To test this, the team collected data from 10 traditional small-scale societies in Central and South America, Africa and Asia. The people in these societies speak very different languages, have diverse religion, and make a living in different ways (hunting, small-scale agriculture, nomadic pastoralism). If pride is part of universal, evolved human nature, then the research should find that pride closely tracks the values of others, for each specific act, in each community; but they should find wide variation in this relationship if pride is more akin to a cultural invention, present in some places but not others. “We observed an extraordinarily close match between the community’s degree of positive regard for people who display each of these acts or traits and the intensities of pride individuals anticipate feeling if they took those acts or displayed those traits,” the researchers said. “Feelings of pride really move in lockstep with the values held by those around you, as the theory predicts.” Other studies, they added, have demonstrated that it is specifically pride—as opposed to other positive emotions—that tracks others’ values.

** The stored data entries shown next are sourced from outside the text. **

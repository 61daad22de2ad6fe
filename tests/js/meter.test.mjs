// Fit meter view (js/meter.js) on the DOM stub: numbers, SVG marks, legend, cleanup.
import test from "node:test";
import assert from "node:assert/strict";

import meter, { fmt, rmseRange, pathThrough, changeText } from "../../js/meter.js";
import { makePage, fakeModel, elementsNamed, HOSTILE } from "./dom.mjs";

/** Rows shaped like Meter.steps (Python's normalised Study.meter()). */
function rows() {
  const base = { gap: null, terms_added: 0, terms_removed: 0, examined: 0, worse: false, one_se: false, rmse_cv_se: 0.05 };
  return [
    { ...base, step: 0, label: "start", rmse_train: 2.0, rmse_cv: 2.2, delta_cv: null, gap: 0.2 },
    { ...base, step: 1, label: "add C(month)", rmse_train: 1.2, rmse_cv: 1.3, delta_cv: -0.9, terms_added: 1, examined: 9, one_se: true },
    { ...base, step: 2, label: "add x2", rmse_train: 1.15, rmse_cv: 1.32, delta_cv: 0.02, terms_added: 2, examined: 17, worse: true, gap: 0.17 },
  ];
}

function setup(state = {}) {
  const { el } = makePage();
  const model = fakeModel({ steps: rows(), position: 2, error: "", ...state });
  const cleanup = meter.render({ model, el });
  return { el, model, cleanup };
}

test("the current step's numbers, examined count and changed terms are shown as text", () => {
  const { el } = setup();
  assert.equal(el.querySelector(".afterfit-meter-step").textContent, "step 2: add x2");
  assert.equal(el.querySelector(".afterfit-meter-numbers").textContent, "training RMSE 1.15 \u00B7 CV RMSE 1.32 \u00B1 0.05 \u00B7 gap 0.17");
  assert.equal(el.querySelector(".afterfit-examined").textContent, "17 candidates examined \u00B7 since the start: terms added 2, removed 0");
});

test("the dumbbell has a training dot, a CV mark, a whisker of one SE and the gap", () => {
  const { el } = setup();
  const bell = el.querySelector(".afterfit-dumbbell");
  assert.equal(bell.namespaceURI, "http://www.w3.org/2000/svg");
  assert.ok(bell.querySelector(".afterfit-dot-train"));
  assert.ok(bell.querySelector(".afterfit-dot-cv"));
  const whisker = bell.querySelector(".afterfit-whisker");
  const gap = bell.querySelector(".afterfit-gap");
  assert.ok(Number(whisker.getAttribute("x2")) > Number(whisker.getAttribute("x1")));
  assert.ok(Number(gap.getAttribute("x2")) > Number(gap.getAttribute("x1")), "CV error above training error lies to the right");
  assert.match(bell.getAttribute("aria-label"), /Training RMSE 1\.15, cross-validated RMSE 1\.32/);
  // labels sit outside the pair, so a small gap never makes them collide
  const [train, cv] = bell.querySelectorAll(".afterfit-dot-label");
  assert.deepEqual([train.textContent, train.getAttribute("text-anchor")], ["train", "end"]);
  assert.deepEqual([cv.textContent, cv.getAttribute("text-anchor")], ["CV", "start"]);
});

test("the history draws two lines, marks the worse step and the one-SE pick, and the current step", () => {
  const { el } = setup();
  const hist = el.querySelector(".afterfit-history");
  const train = hist.querySelector(".afterfit-line-train").getAttribute("d");
  const cv = hist.querySelector(".afterfit-line-cv").getAttribute("d");
  assert.equal((train.match(/[ML]/g) || []).length, 3);
  assert.equal((cv.match(/[ML]/g) || []).length, 3);
  const worse = hist.querySelectorAll(".afterfit-mark-worse");
  assert.equal(worse.length, 1);
  assert.match(worse[0].textContent, /step 2: CV RMSE got worse by 0\.02/);
  const pick = hist.querySelectorAll(".afterfit-mark-onese");
  assert.equal(pick.length, 1);
  assert.match(pick[0].textContent, /step 1/);
  assert.match(hist.getAttribute("aria-label"), /got worse at step 2\. The one-standard-error rule picks step 1\./);
  // the guide sits on the last point (the current step)
  const now = hist.querySelector(".afterfit-now");
  const lastCv = hist.querySelectorAll(".afterfit-dot-cv").at(-1);
  assert.equal(now.getAttribute("x1"), lastCv.getAttribute("cx"));
  // lower RMSE is drawn lower on the screen (larger y)
  const dots = hist.querySelectorAll(".afterfit-dot-cv").map((d) => Number(d.getAttribute("cy")));
  assert.ok(dots[0] < dots[1], "step 0 (CV 2.2) is above step 1 (CV 1.3)");
  // the legend says in words what shapes mean
  assert.match(el.querySelector(".afterfit-legend").textContent, /CV got worse/);
});

test("position picks the current step; new state redraws", () => {
  const { el, model } = setup({ position: 1 });
  assert.equal(el.querySelector(".afterfit-meter-step").textContent, "step 1: add C(month)");
  model.update("steps", rows().slice(0, 1));
  model.update("position", 0);
  assert.equal(el.querySelector(".afterfit-meter-step").textContent, "step 0: start");
  assert.equal(el.querySelectorAll(".afterfit-mark-worse").length, 0);
  assert.match(el.querySelector(".afterfit-history").getAttribute("aria-label"), /RMSE over 1 step\. .*never got worse/);
});

test("missing CV values break the line instead of drawing through zero", () => {
  const r = rows();
  r[1].rmse_cv = null;
  const { el } = setup({ steps: r });
  const cv = el.querySelector(".afterfit-line-cv").getAttribute("d");
  assert.equal((cv.match(/M/g) || []).length, 2);
  assert.equal((cv.match(/L/g) || []).length, 0);
});

test("no steps and errors are shown as text", () => {
  const { el, model } = setup({ steps: [] });
  assert.match(el.textContent, /No fitted steps yet/);
  model.update("error", HOSTILE);
  assert.equal(el.querySelector(".afterfit-status").textContent, HOSTILE);
  assert.equal(elementsNamed(el, "img").length, 0);
});

test("a hostile step label appears as text in the title, never as an element", () => {
  const r = rows();
  r[2].label = HOSTILE;
  const { el } = setup({ steps: r });
  assert.equal(elementsNamed(el, "img").length, 0);
  assert.ok(el.querySelector(".afterfit-meter-step").textContent.includes(HOSTILE));
  assert.ok(el.querySelector(".afterfit-history").textContent.includes(HOSTILE));
});

test("cleanup removes the view and its model handlers", () => {
  const { el, model, cleanup } = setup();
  cleanup();
  assert.equal(model.handlerCount(), 0);
  assert.equal(el.children.length, 0);
});

test("helpers: number format, padded range, broken paths, change text", () => {
  assert.equal(fmt(1.234567), "1.235");
  assert.equal(fmt(null), "n/a");
  assert.equal(fmt(Infinity), "n/a");
  const [lo, hi] = rmseRange(rows());
  assert.ok(lo < 1.15 && hi > 2.25);
  assert.equal(rmseRange([{ rmse_train: null, rmse_cv: null }]), null);
  const [a, b] = rmseRange([{ rmse_train: 1, rmse_cv: 1, rmse_cv_se: 0 }]);
  assert.ok(a < 1 && b > 1, "a single value still gets a non-empty range");
  assert.equal(pathThrough([[0, 1], null, [2, 3], [4, 5]]), "M0.0 1.0 M2.0 3.0 L4.0 5.0");
  assert.equal(changeText(["a", "b"]), "a, b");
  assert.equal(changeText([]), "none");
  assert.equal(changeText(3), "3");
});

“Humans are a uniquely cooperative species, so pride leads people to do many valuable things for each other,” the researchers said. However, the authors continued, pride in the form of dominance evolved when there was less cooperation, and it was advantageous to deter rivals from scarce resources by displaying the degree of cost it could inflict. “Humans inherited this system too, and, as many have shown, they are proud not only of the good they can do but also of their aggressive abilities,” they explained. “Our data supports this, too.”
Pride has this two-edged reputation, the researchers added, because while it often motivates us to benefit others, it also can sometimes lead us to exploit others. “For better or worse, the pride system appears to be a fundamental part of human nature,” the researchers concluded, “a neural system that evolved because it helped people increase their esteem and status in the eyes of others.”
So, what? The takeout from this is four-fold. First, pride is genetically based—we all have it to some extent. Second, it is a great motivator and a skilled manager or leader will be able to use it profitably. And third, it is an element of safety since status and esteem are both tied in closely with the sense of safety. Lastly, people get “good” pride from the praise and acknowledgment of others. One of the novel findings of this study is that pride must be tied in with the dopamine and oxytocin reward system, which shows why it is associated with greater cognitive advantages—making the brain work smarter, more creatively and quicker.